The complete chloroplast genome sequence of Styrax serrulatus Roxburgh (Styracaceae)

, , , &
Pages 3156-3158 | Received 24 Jun 2021, Accepted 26 Sep 2021, Published online: 07 Oct 2021

Abstract

Styrax serrulatus Roxburgh (William Roxburgh 1832), which plays an important role in ecology and economy, is a deciduous species of Styracaceae. In this paper, we sequenced, assembled, and annotated the chloroplast (cp) genome of S. serrulatus by using the sequencing data from Illumina Novaseq platform (Illumina, San Diego, CA).
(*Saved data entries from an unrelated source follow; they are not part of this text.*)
"""Linear plants from matrices, with local models that may be sampled, reduced or anonymous, for tests of the runs."""

from __future__ import annotations

from collections.abc import Mapping
from typing import Any

import numpy as np

from linverify.core.bound import BoundPlant
from linverify.core.case import Interval
from linverify.core.delivered import Delays
from linverify.core.model import LocalModel, OperatingPoint
from linverify.core.plant import Plant
from linverify.core.signals import Signals
from linverify.numerics.simulate import Rig


def linear_plant(A: Any, B: Any, C: Any = None, D: Any = None, *, step: float | None = None, **more: Any) -> Plant:
    """x' = A x + B u (or the next state), y = C x + D u; states x1, x2, ..., inputs u1, ..., outputs y1, ..."""
    A, B = np.atleast_2d(np.array(A, dtype=float)), np.atleast_2d(np.array(B, dtype=float))
    C = np.zeros((0, len(A))) if C is None else np.atleast_2d(np.array(C, dtype=float))
    D = np.zeros((len(C), B.shape[1])) if D is None else np.atleast_2d(np.array(D, dtype=float))
    named = {"states": ("x", len(A)), "inputs": ("u", B.shape[1]), "outputs": ("y", len(C))}
    words = {key: {f"{letter}{i + 1}": "" for i in range(count)} for key, (letter, count) in named.items() if count}
    words |= {key: more.pop(key) for key in ("states", "inputs", "outputs") if key in more}
    known = {
        "dynamics": lambda t, x, u, p: np.tensordot(A, x, 1) + np.tensordot(B, u, 1),
        "measurement": (lambda t, x, u, p: np.tensordot(C, x, 1) + np.tensordot(D, u, 1)) if len(C) else None,
        "step": step,
    }
    return Plant(**{**words, **known, **more})


def local(
    plant: Plant,
    A: Any,
    B: Any,
    C: Any = None,
    D: Any = None,
    *,
    states: tuple[str, ...] | None = None,
    inputs: tuple[str, ...] | None = None,
    outputs: tuple[str, ...] | None = None,
    **more: Any,
) -> LocalModel:
    """A local model of `plant` about the origin, with these names of its own."""
    A, B = np.atleast_2d(np.array(A, dtype=float)), np.atleast_2d(np.array(B, dtype=float))
    known = (tuple(plant.state_signals.names), tuple(plant.inputs), tuple(plant.output_signals.names))
    chosen = (states or known[0], inputs or known[1], known[2] if outputs is None else outputs)
    s, i, o = (Signals(names, ("",) * len(names)) for names in chosen)
    C = np.eye(len(o), len(A)) if C is None else np.atleast_2d(np.array(C, dtype=float))
    D = np.zeros((len(o), len(i))) if D is None else np.atleast_2d(np.array(D, dtype=float))
    return LocalModel(A, B, C, D, s, i, o, origin(plant), **{"step": plant.step, **more})


def origin(plant: Plant) -> OperatingPoint:
    """The plant at rest at zero."""
    bound = BoundPlant(plant)
    zeros = (np.zeros(bound.n), np.zeros(bound.m), np.zeros(bound.k), np.zeros(bound.n))
    return OperatingPoint(*zeros, 0.0, bound.states, bound.inputs, bound.outputs)


def rig(
    plant: Plant,
    model: LocalModel,
    signals: tuple[str, ...],
    *,
    delays: Delays | None = None,
    envelope: Mapping[str, Interval] | None = None,
    turns: Mapping[str, float] | None = None,
    weight: float = 1e-3,
) -> Rig:
    """A rig about the origin, batched."""
    bound = BoundPlant(plant)
    generator = np.random.default_rng(2)
    bound.detect(0.0, generator.uniform(-1, 1, (bound.n, 5)), generator.uniform(-1, 1, (bound.m, 5)))
    return Rig(
        bound, origin(plant), model, signals, envelope or {}, np.full(bound.n, weight),
        delays=delays or Delays(), turns=turns or {},
    )  # fmt: skip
The complete cp genome of S. serrulatus is 157,929 base pairs (bp) in length, containing a pair of inverted repeat regions (IRs) of 26,048 bp each, a large single-copy (LSC) region of 87,552 bp, and a small single-copy (SSC) region of 18,281 bp. It contains 133 genes, including 8 rRNA genes, 37 tRNA genes, 87 protein-coding genes, and 1 pseudo gene. The GC content of S. serrulatus cp genome is 36.96%. The phylogenetic analysis suggests that S. serrulatus is a sister species to Styrax agrestis in Styracaceae.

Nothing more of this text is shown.